Willie

joined 2 years ago
[–] Willie@kbin.social 2 points 2 years ago

I thought TES6 was already not going to be on PlayStation.

[–] Willie@kbin.social 6 points 2 years ago (2 children)

Yeah, you're correct in that assumption.

I've only really ever heard of the box outside of someone's home being called a postbox or mailbox. Despite the fact that both terms also refer to the box at the post office where you can put outgoing mail, there's just no separate word for them. And I've only ever heard of the slot on the house door where the mail is placed being called a mail slot.

Letterbox is a completely new term to me in this context... and I still am not quite sure what it would mean, if not a mailbox. Haha.

[–] Willie@kbin.social 1 points 2 years ago

It is nice if you live in a small town or the middle of nowhere to have resistive heating.
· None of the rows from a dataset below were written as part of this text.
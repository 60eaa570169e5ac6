// Capacities: a number of animals above zero for every patch.
import type { SpecPath } from '../spec/document.ts';
import { fail, type Context } from './context.ts';
import { whereIn } from './rates.ts';

export function resolveCapacities(context: Context, expression: number | string, path: SpecPath): Float64Array {
  return Float64Array.from(context.patches, (patch, p) => {
    const value = context.numbers.value(expression, path, whereIn(context, p, context.time.firstYear));
    if (value > 0 || Number.isNaN(value)) return value;
    const key = JSON.stringify(path);
    if (!context.toldBounds.has(key)) {
      fail(context, 'missing-capacity', path, {
        message: `The capacity of ${patch.name} is ${value}`,
        details: { expected: 'a number of animals above zero' },
      });
    }
    context.toldBounds.add(key);
    return NaN;
  });
}
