// Whether every patch has a place of its own, where a distance is needed.
import { fail, type Context } from './context.ts';

/** Patches that touch have no distance between their edges; two middles at one place are a slip. */
export function requirePlaces(context: Context, phase: string, between = 'centroids'): boolean {
  const without = context.patches.find((patch) => patch.at === null);
  if (without !== undefined) {
    fail(context, 'missing-place', ['patches', without.fileOrder], {
      message: `\`${without.name}\` has no place, and \`${phase}\` needs distances`,
      details: { expected: 'such as `at: [3.2, 9.1]`, or an `outline`' },
    });
    return false;
  }
  if (between === 'nearest edges') return true;
  const seen = new Map<string, string>();
  let apart = true;
  for (const { name, at, degrees, fileOrder } of context.patches) {
    const key = String(degrees ?? at);
    const other = seen.get(key);
    if (other !== undefined && at !== null) {
      apart = false;
      fail(context, 'same-place', ['patches', fileOrder, 'at'], {
        message: `\`${name}\` lies where \`${other}\` lies`,
        details: { found: `[${(degrees ?? at).join(', ')}]`, expected: 'a place of its own for every patch' },
      });
    }
    seen.set(key, name);
  }
  return apart;
}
There aren't any gas lines running out there to provide your home with a constant stream of gas, so if you want a gas powered solution, you end up having to have a pig (it's this gas tank thing) outside your home, and you have to pay to have LP trucked out to fill it up many times a winter, and if you forget to check the pig and run out of gas, your family gets cold, and then you have to pay extra to get the truck to come quickly.

Meanwhile resistive heating uses the power lines that are run pretty much everywhere, and you pay monthly with your power bill, instead of incurring a larger charge for a longer period of time all at once.

But also, and I don't know if this is true or not, so don't quote me, heat pumps don't work if it is too cold outside, and a lot of the time when it is winter, it is very cold outside.

Basically, resistive heating has its place. As for running calculations to create heat, I'm not sure if that's effective on its own, I feel like you'd need a space heater or two to kickstart your way to having a warm home if the temperature changes suddenly, but apart from that the idea seems pretty sound.

[–] Willie@kbin.social 12 points 2 years ago (12 children)

You say that, but in the US, if you don't live in an apartment, your letterbox most likely doesn't lock or anything like that either. They may as well just be tossing the mail onto the floor.

[–] Willie@kbin.social 4 points 2 years ago (1 children)

It's so much easier to get started on a service like this vs Mastodon, where you kind of have to figure out what you want to look at completely on your own. I ended up only following my bros on Mastodon, which makes it a pretty useless service, since I talk to them regularly.

[–] Willie@kbin.social 3 points 2 years ago (4 children)

Make note about what? This is a good thing. They went through the efforts to acquire the rights for the training data, and people might have even been paid for the original work.

It's not like this stops someone from paying artists or photographers to make art or photos for their training data, or creating some sort of group where contributors actively give the rights to their own artwork or photos for a model, like some sort of open source project kind of thing, people love that kind of stuff! You're just acting like this is some awful thing, when it's completely fine, and the way it should be.

[–] Willie@kbin.social 3 points 2 years ago

Steam kind of does, I mean, if you have the achievement showcase on your profile, it'll totally say how many games you've gotten all the achievements for. That's about it though. Steam doesn't seem to care all that much about achievements.

[–] Willie@kbin.social 18 points 2 years ago* (last edited 2 years ago) (1 children)

Damn, I guess the years stopped coming.

[–] Willie@kbin.social 2 points 2 years ago

Honestly, if you want to use Nintendo Switch JoyCons as your PC controller, your best bet is to just use the JoyCons. I'm not sure if later revisions corrected it, but the HTC Vive controllers had pretty poor build quality, I'm not confident they could stand up to any real heavy usage.

The biggest issue with them though, is that they simply have too few buttons to do anything great with. On each one, you get two side buttons, a menu button, a power button, and (this is what kills it) a single trigger. This gives us 4 real buttons on each. We need ~16 to emulate a real controller, and we're only half way there. You might be able to squeak out some extra buttons from the touch pads, but I'm kind of assuming you'd be using those as joysticks, since the controllers have none. Having buttons and joysticks both in there sounds like a bad time.

So yeah, I'd probs go with the JoyCons and just live with the poor wireless range if possible. It kind of sucks, but they seem to be the right tool for the job.

[–] Willie@kbin.social 19 points 2 years ago (4 children)

I don't know though, I feel like giving money to an app for Lemmy would kind of be like supporting the wrong person. Especially if you haven't even donated to your instance's owner yet.

[–] Willie@kbin.social 7 points 2 years ago

Yeah, I learned about this as a child, since my cat would put her paw into the cat bowl and pull pieces of dry food out to eat on the floor.

I started putting her food on a plate and no more food was pulled to the floor.

The kitten I have now plays too rough and breaks all his whiskers off, so he doesn't mind the bowl. But he'll also get a plate if he mellows out.

[–] Willie@kbin.social 1 points 2 years ago (2 children)

I feel like that's even more of an agreement than a thumbs up.